*** Recorded data Section Begins ***

def eclipse_search(
    lc,
    settings: EclipseSearchSettings | None = None,
    *,
    periodogram=None,
) -> EclipseSearch | None:
    """Search a light curve's good points for narrow eclipses.

    Parameters
    ----------
    lc : LightCurve
    settings : EclipseSearchSettings, optional
    periodogram : PeriodogramSettings, optional
        The periodogram's settings: the search keeps within its frequency
        limits (``fmin``, and ``fmax`` or the default from the sampling).

    Notes
    -----
    Beyond the phase-binned statistic (module notes), each reported peak
    goes through four checks, in this order:

    * **subharmonic check**: if the statistic at 2f is clearly more
      significant than at f (:data:`SUBHARMONIC_FACTOR`), the plainer
      answer 2f (half the period) is taken; as significant, it is noted;
    * **dip confirmed by medians** (:func:`_dip_confirmed`); a peak that
      fails gets FAP 1 (co-phased outliers, not an eclipse);
    * **calibrated false-alarm probability**: the F distribution's tail is
      scaled by :func:`_tail_inflation` (permutations of the star's own
      magnitudes) before the trials are counted;
    * **aliases**: peaks near 1 d, 1/2 d, the sidereal day or a window
      peak are marked ``alias`` and their FAP multiplied by
      :data:`ALIAS_PENALTY`.

    Returns None when the data cannot support the search (too few points
    for the bins, or a baseline too short for the range).
    """
    from scipy import special  # imported here: scipy.special is slow to import

    from .window import window_peaks

    settings = settings or EclipseSearchSettings()
    t, y, w = _prepare(lc, settings.clip)
    n = t.size
    if n < 3 * settings.n_bins or not np.any(y):
        return None
    baseline = float(t.max() - t.min())
    fmin, fmax = _limits(t, settings, periodogram)
    if not fmin < fmax:
        return None
    # stage 1: coarse bins on a coarse grid (a coarse bin tolerates the phase
    # drift between grid points), or on many points the harmonic screen on
    # a grid of the same step; stage 2: the full statistic on a fine grid
    # around the best coarse peaks
    df = 1.0 / (settings.oversampling * baseline)
    coarse = np.arange(fmin, fmax, df)
    if coarse.size < 3:
        return None
    coarse_bins = max(4, settings.n_bins // 2)
    screened = n >= SCREEN_MIN_POINTS and n * coarse.size >= SCREEN_MIN_WORK
    if screened:
        # the seeds from the harmonic screen on the grid k df (module notes)
        k_first = max(1, int(np.ceil(fmin / df)))
        k_last = max(k_first, int(np.floor(fmax / df)))
        seed_grid = df * np.arange(k_first, k_last + 1)
        seed_values = harmonic_screen(t, y, w, df, k_first, k_last, coarse_bins)
        coarse_f = None
    else:
        seed_grid = coarse
        seed_values = coarse_f = aov_binned(t, y, w, coarse, coarse_bins, shifts=(0.0,))[0]
    fine_df = 1.0 / (2.0 * settings.n_bins * baseline)  # phase drift under half a bin
    # a narrow eclipse keeps little of its statistic in the coarse bins (the
    # phase drifts by up to a coarse bin between grid points): after the
    # exact coarse pass, refine its top SEED_SHARE, at least n_seeds peaks
    # (the fine pass then costs about a sixth of the coarse one)
    n_seeds = settings.n_seeds if screened else max(settings.n_seeds, int(SEED_SHARE * coarse.size))
    seeds = _distinct_peaks(seed_grid, seed_values, n_seeds, 1.5 / baseline)
    offsets = np.arange(-df, df + 0.5 * fine_df, fine_df)
    frequency = np.unique(np.concatenate([seed_grid[i] + offsets for i in seeds]))
    frequency = frequency[(frequency >= fmin) & (frequency <= fmax)]
    f_value, r = aov_binned(t, y, w, frequency, settings.n_bins)
    chosen = _distinct_peaks(frequency, f_value, settings.n_peaks, 1.5 / baseline)
    n_trials = 2.0 * settings.n_bins * (fmax - fmin) * baseline

    def single_p(value, filled):
        return special.fdtrc(filled - 1, n - filled, value)

    peaks = []
    for i in chosen:
        f, value, filled = _peak_top(t, y, w, float(frequency[i]), fine_df, settings.n_bins)
        p = float(single_p(value, filled))
        note = ()
        if 2.0 * f <= fmax:  # subharmonic check: is 2f as good?
            v2, r2 = aov_binned(t, y, w, np.array([2.0 * f]), settings.n_bins)
            p2 = float(single_p(v2[0], r2[0]))
            if p2 < SUBHARMONIC_FACTOR * p:
                f, value, filled, p = 2.0 * f, float(v2[0]), int(r2[0]), p2
            elif p2 <= p:
                note = (f"subharmonic check: {1 / (2 * f):.6g} d is as significant",)
        peaks.append([f, value, filled, p, note])
    inflation = 1.0
    gaussian = [-np.expm1(n_trials * np.log1p(-min(p, 1 - 1e-16))) for *_, p, _ in peaks]
    if min(gaussian) < 0.05:  # calibrate only where it could matter
        rng = np.random.default_rng(n)  # seeded by the data size: reproducible
        # after the screen, the null on one frequency per peak width 1/T: the
        # coarse grid's neighbours are nearly the same fold, so the values
        # left out add little to the tail's count and cost the most
        null_grid = coarse[:: max(1, int(settings.oversampling))] if screened else coarse
        inflation = _tail_inflation(t, y, w, null_grid, settings.n_bins, rng)
    windows = window_peaks(t)
    faps, marks, details = [], [], []
    for f, _value, _filled, p, note in peaks:
        p_cal = min(1.0, inflation * p)
        with np.errstate(divide="ignore"):
            fap = float(np.clip(-np.expm1(n_trials * np.log1p(-min(p_cal, 1 - 1e-16))), 0, 1))
        m, d = _alias_marks(f, baseline, windows)
        d = (*d, *note)
        if m:
            fap = min(1.0, ALIAS_PENALTY * fap)
        if fap < 1.0 and not _dip_confirmed(t, y, w, f, settings.n_bins):
            fap = 1.0
            d = (*d, "the median of the deepest bin does not confirm a dip")
        faps.append(fap)
        marks.append(m)
        details.append(d)
    # robust z-score of each peak in the coarse pass (as the candidates' local
    # S/N does for periodogram peaks), the coarse value being the largest
    # within one coarse step of the peak; after the screen, the exact coarse
    # statistic at evenly spread samples of the grid and near each peak
    if coarse_f is None:
        sample = coarse[:: max(1, coarse.size // SNR_SAMPLES)]
        sample_f = _aov_in_cells(t, y, w, sample, coarse_bins)
    else:
        sample_f = coarse_f
    centre = float(np.median(sample_f))
    spread = MAD_TO_SIGMA * float(np.median(np.abs(sample_f - centre)))
    snr = []
    for f, *_ in peaks:
        near = np.abs(coarse - f) <= 1.01 * df
        if not near.any():
            top = centre
        elif coarse_f is None:
            top = float(aov_binned(t, y, w, coarse[near], coarse_bins, shifts=(0.0,))[0].max())
        else:
            top = float(coarse_f[near].max())
        snr.append((top - centre) / spread if spread > 0 else float("inf"))
    # strongest first after the checks
    order = sorted(range(len(peaks)), key=lambda k: (faps[k], -peaks[k][1]))
    return EclipseSearch(
        snrs=tuple(snr[k] for k in order),
        n_searched=int(coarse.size + frequency.size),
        frequencies=tuple(peaks[k][0] for k in order),
        f_values=tuple(peaks[k][1] for k in order),
        faps=tuple(faps[k] for k in order),
        n_trials=n_trials,
        n_bins=settings.n_bins,
        n_points=n,
        marks=tuple(marks[k] for k in order),
        mark_details=tuple(details[k] for k in order),
        tail_inflation=inflation,
    )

*** Recorded data Section Ends ***

**Work instructions**
Count the lines in the entries where the string "exact" appears, and report only the number.

**Solution to the exercise**
2